The Theorem 4.1 is the positive theorem of approximation of the three kinds of FNNs. These approximation upper bounds are inspired to the results originally in [22], in case of $\varphi _1(x)$, with $c=1$, $\mu _0=1/2$, and the step $h=\frac{b-a}{n}$, and for $\varphi _2(x)$ with $\mu _0=1/2$, the step $h=\frac{b-a}{n}$. Moreover, Eqs. (4.1) and (4.3) obviously deepen the results proved in [22] ( For instance, if $g(x)=x^n, n\in N$ is a polynomial, then $\omega (g, t)=\bigcirc (t)$, while $\omega _2(g, t)=\bigcirc (t^2)$.), and Eq. (4.2) represents a completely new result.

Proof

In fact, we find that for each $x\in [a,d]$, by using P$_1$, and then, we obtain

$$\begin{aligned} \sum _{k=0}^n\varphi _j\left( \frac{n(x-x_k)}{2(b-a)}\right) = \sum _{k=0}^n\varphi _j\left( \frac{n|x-x_k|}{2(b-a)}\right) \ge \varphi _j\left( \frac{n|x-x_i|}{2(b-a)}\right) ,\quad j=1, 2, \end{aligned}$$

(4.4)

where $i\in \{0,1,\ldots ,n\}$ satisfies $|x-x_i|\le \mu _0h$. Thus,

$$\begin{aligned} \frac{n|x-x_i|}{2(b-a)}\le \frac{n\mu _0h}{2(b-a)}=\mu _0, \end{aligned}$$

(4.5)

By Eqs. (4.4), (4.5) and P$_2$, we have

$$\begin{aligned} \sum _{k=0}^n\varphi _j\left( \frac{n(x-x_k)}{2(b-a)}\right) \ge \varphi _j\left( \frac{n|x-x_i|}{2(b-a)}\right) \ge \varphi _j(\mu _0)=\left\{ \begin{array}{ll} \frac{1}{2}c, &{}\quad j=1,\\ c, &{}\quad j=2. \end{array} \right. \end{aligned}$$

(4.6)

In addition, for any bounded and measurable function $f: [a,d]\rightarrow R$, we obtain

$$\begin{aligned} |N_{n, j}(f, x)|\le ||f||_{\infty }\frac{\sum _{k=0}^n\varphi _j \left( \frac{n(x-x_k)}{2(b-a)}\right) }{\sum _{k=0}^n \varphi _j\left( \frac{n(x-x_k)}{2(b-a)}\right) } =||f||_{\infty }<+\infty ,\quad j=1, 2, \end{aligned}$$

for each $x\in [a,d]$, where $||f||_{\infty }:= \sup _{x\in [a,d]}|f(x)|$.
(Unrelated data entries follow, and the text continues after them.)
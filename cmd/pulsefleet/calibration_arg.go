package main

import (
	"fmt"

	"github.com/pulsefleet/pulsefleet/estimator"
	"github.com/pulsefleet/pulsefleet/internal/calibration"
)

// Fitted curves are used by the estimator as they are.
var _ estimator.Calibration = (*calibration.Curve)(nil)

// Names accepted by --calibration besides a file path.
const (
	calibrationEmpirical   = "empirical"
	calibrationBeerLambert = "beer-lambert"
)

// resolveCalibration turns a --calibration argument into a calibration:
// "empirical" (or "") is SpO2 = 110 - 25 R; "beer-lambert" is the inverse
// two-wavelength model at redNM/irNM (nm, 650..950); anything else is the
// path of a fitted curve file (calibration.Load). Errors name the flag.
func resolveCalibration(arg string, redNM, irNM float64) (estimator.Calibration, error) {
	switch arg {
	case "", calibrationEmpirical:
		return estimator.Empirical(), nil
	case calibrationBeerLambert:
		c, err := estimator.BeerLambert(redNM, irNM)
		if err != nil {
			return nil, fmt.Errorf("--calibration %s with --red-nm %v --ir-nm %v: %w", arg, redNM, irNM, err)
		}
		return c, nil
	}
	c, err := calibration.Load(arg)
	if err != nil {
		return nil, fmt.Errorf("--calibration %q (not %s or %s, so a curve file): %w", arg, calibrationEmpirical, calibrationBeerLambert, err)
	}
	if c.Anchored() {
		return nil, fmt.Errorf("--calibration %q: input: %s (anchor_s: %d): the curve maps R/R0, R0 a device's room-air anchor, and this command gives the raw ratio R; "+
			"such a curve applies only in the gateway, which takes each device's anchor (README, \"Room-air anchor\")", arg, c.Input, c.AnchorS)
	}
	return c, nil
}
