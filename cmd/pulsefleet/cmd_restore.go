package main

import (
	"context"
	"errors"
	"fmt"
	"os"
	"path/filepath"
	"time"

	"golang.org/x/term"

	"github.com/pulsefleet/pulsefleet/internal/store"
)

const restoreSummary = `Put a snapshot (from 'pulsefleet backup' or serve --backup-dir) in place of a
data directory's store.

The gateway on DIR must be stopped: restore takes the store's lock and
refuses while a gateway holds it. Before anything in DIR changes, the
snapshot must match FILE.sha256 (when that file is there) and pass the full
check of 'pulsefleet verify --file FILE'. The snapshot is copied into DIR and
synced, the previous pulsefleet.db is kept aside as
pulsefleet.db.before-restore-TIME, and the identity file pulsefleet.id is
made to name the restored store (an identity file naming another store is
kept aside the same way). Devices then resume from the snapshot's cursors:
what they sent after the snapshot is asked for again and accepted once.`

func init() {
	register(command{name: "restore", summary: restoreSummary, run: runRestore})
}

func runRestore(ctx context.Context, args []string, s stdio) error {
	fs := newFlagSet("restore", "--data DIR --from FILE", s.err)
	data := fs.String("data", "", "data directory of a stopped gateway (required; created when missing)")
	from := fs.String("from", "", "snapshot file to restore (required)")
	if err := parseFlags(fs, args); err != nil {
		return err
	}
	if *data == "" || *from == "" {
		return usagef("--data and --from are required")
	}
	opt := store.VerifyOptions{}
	if f, ok := s.err.(*os.File); ok && term.IsTerminal(int(f.Fd())) {
		var p *tuneProgress
		opt.Progress = func(phase string, done, total int) {
			if phase == "records" {
				if p == nil {
					p = newTuneProgress(s.err, "verify")
				}
				p.update(done, total)
			}
		}
		defer func() {
			if p != nil {
				p.finish()
			}
		}()
	}
	res, err := store.Restore(*data, *from, opt, time.Now())
	if errors.Is(err, store.ErrLocked) {
		return fmt.Errorf("%w: stop the gateway on --data %s first (nothing was changed)", err, *data)
	}
	if err != nil {
		return err
	}
	fmt.Fprintf(s.out, "restored store %s from %s (sha256 %s) into %s\n", res.StoreID, *from, res.SHA256, filepath.Join(*data, store.FileName))
	if res.KeptAside != "" {
		fmt.Fprintf(s.out, "previous store kept as %s\n", res.KeptAside)
	}
	if res.IdentAside != "" {
		fmt.Fprintf(s.out, "previous identity file kept as %s\n", res.IdentAside)
	}
	return nil
}
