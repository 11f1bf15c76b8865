package main

import (
	"bytes"
	"context"
	"encoding/csv"
	"io"
	"math"
	"os"
	"path/filepath"
	"strconv"
	"strings"
	"sync"
	"testing"
	"time"

	"github.com/creack/pty"
	"golang.org/x/term"

	"github.com/pulsefleet/pulsefleet/internal/store"
)

// serialLink is a pseudo-terminal standing in for a board's USB serial
// port. The relay opens Path, a symlink to the terminal side (as udev's
// /dev/serial/by-id names are); Replug closes the pair (the cable is
// pulled) and points Path at a new one.
type serialLink struct {
	t    *testing.T
	Path string
	mu   sync.Mutex
	ptmx *os.File
	tty  *os.File
}

func newSerialLink(t *testing.T) *serialLink {
	l := &serialLink{t: t, Path: filepath.Join(t.TempDir(), "ttyPROTO")}
	l.plug()
	t.Cleanup(l.unplug)
	return l
}

func (l *serialLink) plug() {
	ptmx, tty, err := pty.Open()
	if err != nil {
		if os.Getenv("PULSEFLEET_REQUIRE_TOOLS") != "" { // CI: a pty is required, never skipped
			l.t.Fatalf("no pseudo-terminal (PULSEFLEET_REQUIRE_TOOLS is set): %v", err)
		}
		l.t.Skipf("no pseudo-terminal here: %v", err)
	}
	// Raw from the start: no echo back to the writer, no line editing.
	if _, err := term.MakeRaw(int(tty.Fd())); err != nil {
		l.t.Fatal(err)
	}
	os.Remove(l.Path)
	if err := os.Symlink(tty.Name(), l.Path); err != nil {
		l.t.Fatal(err)
	}
	l.mu.Lock()
	l.ptmx, l.tty = ptmx, tty
	l.mu.Unlock()
}

func (l *serialLink) unplug() {
	l.mu.Lock()
	defer l.mu.Unlock()
	if l.ptmx != nil {
		l.ptmx.Close()
		l.tty.Close()
		l.ptmx, l.tty = nil, nil
	}
}

// Replug pulls the cable, waits, and plugs a new one in.
func (l *serialLink) Replug(after time.Duration) {
	l.unplug()
	time.Sleep(after)
	l.plug()
}

// emit writes lines at rateHz, paced by an absolute schedule (a stall of
// the test machine is caught up, as a device's UART keeps its own clock).
func (l *serialLink) emit(ctx context.Context, lines []string, rateHz float64) error {
	start := time.Now()
	i := 0
	for i < len(lines) {
		due := int(time.Since(start).Seconds()*rateHz) + 1
		var b bytes.Buffer
		for ; i < len(lines) && i < due; i++ {
			b.WriteString(lines[i])
			b.WriteString("\r\n") // as a board's println prints
		}
		l.mu.Lock()
		w := l.ptmx
		l.mu.Unlock()
		if _, err := w.Write(b.Bytes()); err != nil {
			return err
		}
		select {
		case <-ctx.Done():
			return ctx.Err()
		case <-time.After(20 * time.Millisecond):
		}
	}
	return nil
}

// relayInBackground runs the relay command in-process until ctx ends.
type relayResult struct {
	code   int
	rep    relayReport
	stderr string
}

func relayInBackground(t *testing.T, ctx context.Context, args ...string) <-chan relayResult {
	done := make(chan relayResult, 1)
	go func() {
		code, rep, stderr := relayCmd(t, ctx, "", args...)
		done <- relayResult{code, rep, stderr}
	}()
	return done
}

// The first acceptance test: a physical-model recording printed at
// 100 Hz on a serial port (a pseudo-terminal) as text lines; the relay
// streams it; the gateway's trend for the device has SpO2 on at least 95 %
// of the settled seconds (the bound) and equals, second for second,
// what the estimate command computes from the same lines.
func TestRelaySerialPortTrendEqualsEstimate(t *testing.T) {
	if testing.Short() {
		t.Skip("streams 40 s in real time")
	}
	const seconds, rate = 40, 100.0
	lines := ppgLines(seconds, rate, 18, 11, false)
	link := newSerialLink(t)
	addr, dir, stop := startTestGateway(t)
	ctx, cancel := context.WithCancel(context.Background())
	defer cancel()
	res := relayInBackground(t, ctx, "--gateway", addr, "--device", "relay-pty", "--model", "proto-t",
		"--serial", link.Path, "--baud", "115200", "--rate", "100", "--adc-bits", "18")
	time.Sleep(300 * time.Millisecond) // the relay opens the port
	if err := link.emit(ctx, lines, rate); err != nil {
		t.Fatal(err)
	}
	time.Sleep(time.Second) // the last chunk goes out within 250 ms
	cancel()
	r := <-res
	t.Logf("%+v", r.rep)
	if r.code != 0 {
		t.Fatalf("relay exit %d; stderr:\n%s", r.code, r.stderr)
	}
	if r.rep.LinesRead != uint64(len(lines)) || r.rep.SamplesAcked != uint64(len(lines)) {
		t.Fatalf("read %d, acknowledged %d, want %d each; stderr:\n%s", r.rep.LinesRead, r.rep.SamplesAcked, len(lines), r.stderr)
	}
	if err := stop(); err != nil {
		t.Fatal(err)
	}
	trend := storedTrend(t, dir, "relay-pty")

	var est bytes.Buffer
	code := run(context.Background(), []string{"estimate", "--rate", "100", "--adc-bits", "18"},
		stdio{in: strings.NewReader("red,ir\n" + strings.Join(lines, "\n") + "\n"), out: &est, err: io.Discard})
	if code != 0 {
		t.Fatalf("estimate exit %d", code)
	}
	cr := csv.NewReader(&est)
	cr.Comment = '#' // the caution line atop pulsefleet's CSV output
	rows, err := cr.ReadAll()
	if err != nil {
		t.Fatal(err)
	}
	rows = rows[1:]
	if len(trend) != len(rows) || len(rows) != seconds {
		t.Fatalf("gateway trend has %d points, estimate %d rows, want %d", len(trend), len(rows), seconds)
	}
	settled, valid := 0, 0
	for i, row := range rows {
		p := trend[i]
		if i > 0 && p.TimeMS-trend[i-1].TimeMS != 1000 {
			t.Errorf("point %d: %d ms after the previous, want 1000 (one run, no restart)", i, p.TimeMS-trend[i-1].TimeMS)
		}
		for j, v := range []struct {
			name string
			got  float64
			prec float64
		}{{"spo2", p.SpO2, 0.05 + store.TrendResolution.SpO2/2}, {"pulse", p.Pulse, 0.05 + store.TrendResolution.Pulse/2},
			{"pi", p.PI, 0.0005 + store.TrendResolution.PI/2}, {"sqi", p.SQI, 0.005 + store.TrendResolution.SQI/2}} {
			// The estimate prints rounded values; the store keeps them at
			// its resolution: both roundings are allowed for.
			cell := row[j+1]
			if cell == "" {
				if !math.IsNaN(v.got) {
					t.Errorf("second %d %s: gateway %v, estimate none", i, v.name, v.got)
				}
				continue
			}
			want, _ := strconv.ParseFloat(cell, 64)
			if math.IsNaN(v.got) || math.Abs(v.got-want) > v.prec {
				t.Errorf("second %d %s: gateway %v, estimate %v", i, v.name, v.got, want)
			}
		}
		// Settled: past the estimator's default 8 s averaging window and a
		// beat or two (team choice: 10 s).
		if i >= 10 {
			settled++
			if !math.IsNaN(p.SpO2) {
				valid++
			}
		}
	}
	if float64(valid) < 0.95*float64(settled) {
		t.Errorf("SpO2 on %d of %d settled seconds, want >= 95 %% (issue 17)", valid, settled)
	}
}

// storedTrend reads a device's trend from a stopped gateway's store.
func storedTrend(t *testing.T, dir, device string) []store.Point {
	t.Helper()
	db, err := store.Open(dir, store.Options{})
	if err != nil {
		t.Fatal(err)
	}
	defer db.Close()
	var pts []store.Point
	if err := db.Trend(device, 0, math.MaxInt64, func(p store.Point) bool { pts = append(pts, p); return true }); err != nil {
		t.Fatal(err)
	}
	return pts
}

// The cable is pulled: the pseudo-terminal closes, and a new one appears
// under the same name a second later. The relay says so, reopens the port
// and goes on; every line written is acknowledged.
func TestRelaySerialPortReopensAfterCablePull(t *testing.T) {
	if testing.Short() {
		t.Skip("streams in real time")
	}
	before, after := ppgLines(8, 100, 18, 3, false), ppgLines(8, 100, 18, 4, false)
	link := newSerialLink(t)
	addr, dir, stop := startTestGateway(t)
	ctx, cancel := context.WithCancel(context.Background())
	defer cancel()
	res := relayInBackground(t, ctx, "--gateway", addr, "--device", "relay-replug", "--model", "proto-t",
		"--serial", link.Path, "--rate", "100", "--adc-bits", "18")
	time.Sleep(300 * time.Millisecond)
	if err := link.emit(ctx, before, 100); err != nil {
		t.Fatal(err)
	}
	time.Sleep(500 * time.Millisecond) // the relay has read everything before the pull
	link.Replug(time.Second)
	time.Sleep(time.Second) // the relay retries every 0.5 s
	if err := link.emit(ctx, after, 100); err != nil {
		t.Fatal(err)
	}
	time.Sleep(time.Second)
	cancel()
	r := <-res
	t.Logf("%+v\n%s", r.rep, r.stderr)
	want := uint64(len(before) + len(after))
	if r.code != 0 || r.rep.LinesRead != want || r.rep.SamplesAcked != want {
		t.Fatalf("exit %d, read %d, acknowledged %d, want %d; stderr:\n%s", r.code, r.rep.LinesRead, r.rep.SamplesAcked, want, r.stderr)
	}
	if !strings.Contains(r.stderr, "lost") || !strings.Contains(r.stderr, "open again") {
		t.Errorf("the relay did not say it lost and reopened the port; stderr:\n%s", r.stderr)
	}
	if r.rep.Gaps < 1 {
		t.Errorf("gaps %d, want the pull counted as one", r.rep.Gaps)
	}
	if err := stop(); err != nil {
		t.Fatal(err)
	}
	if l := ledgerOf(t, dir, "relay-replug"); l.Samples != want || !l.Distinct {
		t.Errorf("store ledger %+v, want %d samples once", l, want)
	}
}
For each $x\in [a,d]$ and by (4.6), we know that

$$\begin{aligned} \big |N_{n, 1}(f, x)-f(x)\big |= & {} \frac{\left| \sum _{k=0}^nf(x_k)\varphi _1 \left( \frac{n(x-x_k)}{2(b-a)}\right) -f(x)\sum _{k=0}^n\varphi _1\left( \frac{n(x-x_k)}{2(b-a)}\right) \right| }{\sum _{k=0}^n\varphi _1\left( \frac{n(x-x_k)}{2(b-a)}\right) }\\\le & {} \frac{2}{c}\left| \sum _{k=0}^nf(x_k)\varphi _1 \left( \frac{n(x-x_k)}{2(b-a)}\right) -f(x)\sum _{k=0}^n\varphi _1\left( \frac{n(x-x_k)}{2(b-a)}\right) \right| \\\le & {} \frac{2}{c}\sum _{k=0}^n\left| f(x_k)-f(x)\right| \varphi _1\left( \frac{n(x-x_k)}{2(b-a)}\right) , \end{aligned}$$

for every fixed $n\in N^+$. We now choose $i\in \{0,1,\ldots ,n-1\}$ such that $x_i\le x\le x_{i+1}$, then

$$\begin{aligned} \left| N_{n, 1}(f,x)-f(x)\right|\le & {} \frac{2}{c}\left[ \sum _{k=0,k\ne i,i+1}^n|f(x_k)-f(x)|\varphi _1\left( \frac{n(x-x_k)}{2(b-a)}\right) \right. \\&\left. +\,|f(x_i)-f(x)|\varphi _1\left( \frac{n(x-x_i)}{2(b-a)}\right) \right. \\&\left. +\,|f(x_{i+1})-f(x)|\varphi _1\left( \frac{n(x-x_{i+1})}{2(b-a)}\right) \right] \\=: & {} \frac{2}{c}[I_1+I_2+I_3]. \end{aligned}$$

Obviously, for $k\ne i, i+1$, we obtain $\frac{n|x-x_k|}{2(b-a)}\ge \frac{nh}{2(b-a)}=1$, then by the properties P$_1$, P$_2$ and P$_3$, we have

$$\begin{aligned} 0\le \varphi _1\left( \frac{n(x-x_k)}{2(b-a)}\right) =\varphi _1 \left( \frac{n|x-x_k|}{2(b-a)}\right) \le \varphi _1\left( \frac{nh}{2(b-a)}\right) =\varphi _1(1)=0, \end{aligned}$$

which implies, $I_1=0$. Since $|x_i-x|\le h $ and $|x_{i+1}-x|\le h$, we can find

$$\begin{aligned} |f(x_i)-f(x)| \le \omega _2\big (f,\frac{b-a}{n}\big ). \end{aligned}$$

Similarly,

$$\begin{aligned} |f(x_{i+1})-f(x)|\le \omega _2\left( f,\frac{b-a}{n}\right) . \end{aligned}$$

Finally, we obtain

$$\begin{aligned} I_1+I_2+I_3=I_2+I_3\le 2c\omega _2\left( f,\frac{b-a}{n}\right) . \end{aligned}$$

With this, the proof of (4.1) in Theorem 4.1 is completed. Applying the same method used in proof of (4.1) in Theorem 4.1, we can prove (4.2) in Theorem 4.1. We omit the details. Next, we will prove (4.3) in Theorem 4.1.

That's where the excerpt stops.